Task prompt:
Type again, exactly, the lines below from the start through the line that includes "use crate::thermo::ice::temp_c_for_ln_activity;".

Excerpted records:
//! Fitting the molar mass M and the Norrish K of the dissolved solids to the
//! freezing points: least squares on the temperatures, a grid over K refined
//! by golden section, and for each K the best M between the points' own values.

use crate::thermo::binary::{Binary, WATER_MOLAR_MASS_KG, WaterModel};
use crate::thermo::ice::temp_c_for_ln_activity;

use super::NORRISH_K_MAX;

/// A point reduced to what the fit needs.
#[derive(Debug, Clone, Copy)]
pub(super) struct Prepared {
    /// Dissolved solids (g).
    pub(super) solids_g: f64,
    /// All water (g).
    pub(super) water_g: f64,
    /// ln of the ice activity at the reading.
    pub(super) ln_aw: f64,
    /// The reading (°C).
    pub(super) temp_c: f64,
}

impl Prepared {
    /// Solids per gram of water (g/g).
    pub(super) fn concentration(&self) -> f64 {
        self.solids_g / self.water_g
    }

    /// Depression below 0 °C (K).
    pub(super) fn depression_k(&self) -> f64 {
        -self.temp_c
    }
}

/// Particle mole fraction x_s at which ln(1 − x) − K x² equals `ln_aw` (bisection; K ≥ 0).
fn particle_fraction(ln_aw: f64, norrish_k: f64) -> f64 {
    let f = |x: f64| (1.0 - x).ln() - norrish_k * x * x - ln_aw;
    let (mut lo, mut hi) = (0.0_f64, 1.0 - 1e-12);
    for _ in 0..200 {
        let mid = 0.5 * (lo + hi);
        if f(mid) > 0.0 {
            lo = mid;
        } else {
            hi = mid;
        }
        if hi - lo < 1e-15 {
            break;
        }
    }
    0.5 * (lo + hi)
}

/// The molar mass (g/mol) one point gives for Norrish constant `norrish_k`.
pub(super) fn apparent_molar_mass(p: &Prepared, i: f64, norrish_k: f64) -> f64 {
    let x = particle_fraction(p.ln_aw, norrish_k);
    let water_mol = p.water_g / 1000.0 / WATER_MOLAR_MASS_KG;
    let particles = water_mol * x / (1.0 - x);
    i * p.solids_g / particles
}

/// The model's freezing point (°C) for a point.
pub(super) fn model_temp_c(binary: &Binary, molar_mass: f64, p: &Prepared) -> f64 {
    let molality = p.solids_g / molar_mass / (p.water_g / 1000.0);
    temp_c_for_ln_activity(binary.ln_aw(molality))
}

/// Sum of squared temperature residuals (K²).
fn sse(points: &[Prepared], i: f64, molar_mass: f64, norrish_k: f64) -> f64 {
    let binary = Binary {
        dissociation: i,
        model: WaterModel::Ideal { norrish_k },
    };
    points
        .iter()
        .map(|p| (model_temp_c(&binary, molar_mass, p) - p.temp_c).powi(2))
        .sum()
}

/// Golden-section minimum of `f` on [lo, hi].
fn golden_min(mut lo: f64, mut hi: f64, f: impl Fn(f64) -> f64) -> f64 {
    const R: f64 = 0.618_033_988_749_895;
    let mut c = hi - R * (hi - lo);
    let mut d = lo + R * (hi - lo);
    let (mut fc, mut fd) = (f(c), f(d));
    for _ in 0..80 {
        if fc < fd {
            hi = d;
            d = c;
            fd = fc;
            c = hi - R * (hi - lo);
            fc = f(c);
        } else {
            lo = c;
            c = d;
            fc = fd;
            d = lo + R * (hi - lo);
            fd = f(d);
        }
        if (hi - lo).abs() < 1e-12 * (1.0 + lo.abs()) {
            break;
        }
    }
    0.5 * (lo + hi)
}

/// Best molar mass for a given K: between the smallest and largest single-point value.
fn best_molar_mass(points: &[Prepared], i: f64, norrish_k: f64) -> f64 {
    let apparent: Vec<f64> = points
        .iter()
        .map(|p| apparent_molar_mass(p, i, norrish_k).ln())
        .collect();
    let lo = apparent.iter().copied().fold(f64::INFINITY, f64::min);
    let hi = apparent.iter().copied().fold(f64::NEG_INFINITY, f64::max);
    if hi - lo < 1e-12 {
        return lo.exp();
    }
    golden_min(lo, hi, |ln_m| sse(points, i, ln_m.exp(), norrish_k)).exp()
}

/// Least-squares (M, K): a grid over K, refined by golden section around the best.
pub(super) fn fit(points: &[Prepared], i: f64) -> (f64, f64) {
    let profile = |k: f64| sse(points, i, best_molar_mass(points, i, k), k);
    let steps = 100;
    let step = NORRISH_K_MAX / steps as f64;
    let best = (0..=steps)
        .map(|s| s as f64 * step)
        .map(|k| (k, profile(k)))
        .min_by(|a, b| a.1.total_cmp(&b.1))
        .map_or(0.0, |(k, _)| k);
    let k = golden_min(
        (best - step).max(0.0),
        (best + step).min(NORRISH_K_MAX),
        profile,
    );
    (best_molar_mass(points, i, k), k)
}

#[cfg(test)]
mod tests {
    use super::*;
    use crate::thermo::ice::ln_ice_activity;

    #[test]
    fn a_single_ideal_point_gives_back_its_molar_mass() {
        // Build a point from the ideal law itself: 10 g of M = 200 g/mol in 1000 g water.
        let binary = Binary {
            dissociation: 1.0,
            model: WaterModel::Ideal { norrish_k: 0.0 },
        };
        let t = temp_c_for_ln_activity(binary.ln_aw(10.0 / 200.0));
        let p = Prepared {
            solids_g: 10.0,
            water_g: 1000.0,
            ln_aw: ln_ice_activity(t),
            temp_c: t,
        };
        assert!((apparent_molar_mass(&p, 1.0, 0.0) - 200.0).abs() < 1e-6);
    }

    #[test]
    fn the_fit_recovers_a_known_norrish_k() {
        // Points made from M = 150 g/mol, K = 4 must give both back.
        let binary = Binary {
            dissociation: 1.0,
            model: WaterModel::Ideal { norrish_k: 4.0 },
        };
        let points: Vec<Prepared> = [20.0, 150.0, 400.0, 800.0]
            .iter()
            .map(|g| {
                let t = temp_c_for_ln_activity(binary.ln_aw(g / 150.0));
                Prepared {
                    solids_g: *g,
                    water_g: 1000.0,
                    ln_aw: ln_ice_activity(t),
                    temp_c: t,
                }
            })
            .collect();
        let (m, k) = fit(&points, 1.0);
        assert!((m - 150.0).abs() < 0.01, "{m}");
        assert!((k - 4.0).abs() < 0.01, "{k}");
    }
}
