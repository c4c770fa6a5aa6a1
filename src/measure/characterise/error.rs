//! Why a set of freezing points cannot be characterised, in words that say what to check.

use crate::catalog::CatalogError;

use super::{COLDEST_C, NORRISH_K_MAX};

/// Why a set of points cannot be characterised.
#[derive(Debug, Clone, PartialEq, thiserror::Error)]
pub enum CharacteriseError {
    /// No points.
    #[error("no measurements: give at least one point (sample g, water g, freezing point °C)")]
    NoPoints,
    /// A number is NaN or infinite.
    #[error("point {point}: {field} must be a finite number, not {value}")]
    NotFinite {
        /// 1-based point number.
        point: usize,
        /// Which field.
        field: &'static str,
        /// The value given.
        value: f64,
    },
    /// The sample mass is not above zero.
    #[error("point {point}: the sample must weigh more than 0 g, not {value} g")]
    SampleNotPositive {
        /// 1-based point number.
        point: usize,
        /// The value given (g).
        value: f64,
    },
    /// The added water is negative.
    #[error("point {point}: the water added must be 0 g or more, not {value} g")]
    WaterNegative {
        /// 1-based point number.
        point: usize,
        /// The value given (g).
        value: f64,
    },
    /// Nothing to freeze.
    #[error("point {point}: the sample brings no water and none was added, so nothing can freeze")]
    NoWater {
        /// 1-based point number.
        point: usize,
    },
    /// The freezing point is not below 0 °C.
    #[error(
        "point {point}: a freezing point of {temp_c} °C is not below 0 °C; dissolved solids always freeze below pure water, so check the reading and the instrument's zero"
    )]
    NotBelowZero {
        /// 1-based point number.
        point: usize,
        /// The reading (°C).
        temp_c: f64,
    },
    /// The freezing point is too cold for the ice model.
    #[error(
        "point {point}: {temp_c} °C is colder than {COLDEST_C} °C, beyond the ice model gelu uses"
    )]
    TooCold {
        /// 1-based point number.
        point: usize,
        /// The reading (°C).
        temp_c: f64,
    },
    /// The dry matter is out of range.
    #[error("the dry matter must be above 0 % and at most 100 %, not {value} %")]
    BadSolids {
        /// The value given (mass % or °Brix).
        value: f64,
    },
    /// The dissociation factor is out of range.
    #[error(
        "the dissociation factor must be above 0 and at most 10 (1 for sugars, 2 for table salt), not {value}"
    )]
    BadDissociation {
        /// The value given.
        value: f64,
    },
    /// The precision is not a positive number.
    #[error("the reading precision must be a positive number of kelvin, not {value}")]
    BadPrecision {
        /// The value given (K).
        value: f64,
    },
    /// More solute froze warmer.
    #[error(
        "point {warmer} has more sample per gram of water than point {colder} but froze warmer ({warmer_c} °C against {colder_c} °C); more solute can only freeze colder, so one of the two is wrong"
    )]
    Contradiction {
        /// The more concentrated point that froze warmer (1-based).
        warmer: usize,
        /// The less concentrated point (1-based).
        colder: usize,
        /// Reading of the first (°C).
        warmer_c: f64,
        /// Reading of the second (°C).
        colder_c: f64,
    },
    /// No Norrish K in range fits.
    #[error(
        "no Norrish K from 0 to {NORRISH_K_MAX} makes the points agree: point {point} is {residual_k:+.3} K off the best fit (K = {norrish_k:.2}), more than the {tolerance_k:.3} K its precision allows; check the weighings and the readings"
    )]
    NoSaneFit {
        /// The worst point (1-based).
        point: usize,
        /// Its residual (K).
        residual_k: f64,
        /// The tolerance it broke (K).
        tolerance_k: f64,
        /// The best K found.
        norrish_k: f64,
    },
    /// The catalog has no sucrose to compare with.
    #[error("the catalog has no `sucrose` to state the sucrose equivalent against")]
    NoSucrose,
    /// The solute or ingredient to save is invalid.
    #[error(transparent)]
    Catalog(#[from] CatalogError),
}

Exercise solution:
//! Fitting the molar mass M and the Norrish K of the dissolved solids to the
//! freezing points: least squares on the temperatures, a grid over K refined
//! by golden section, and for each K the best M between the points' own values.

use crate::thermo::binary::{Binary, WATER_MOLAR_MASS_KG, WaterModel};
use crate::thermo::ice::temp_c_for_ln_activity;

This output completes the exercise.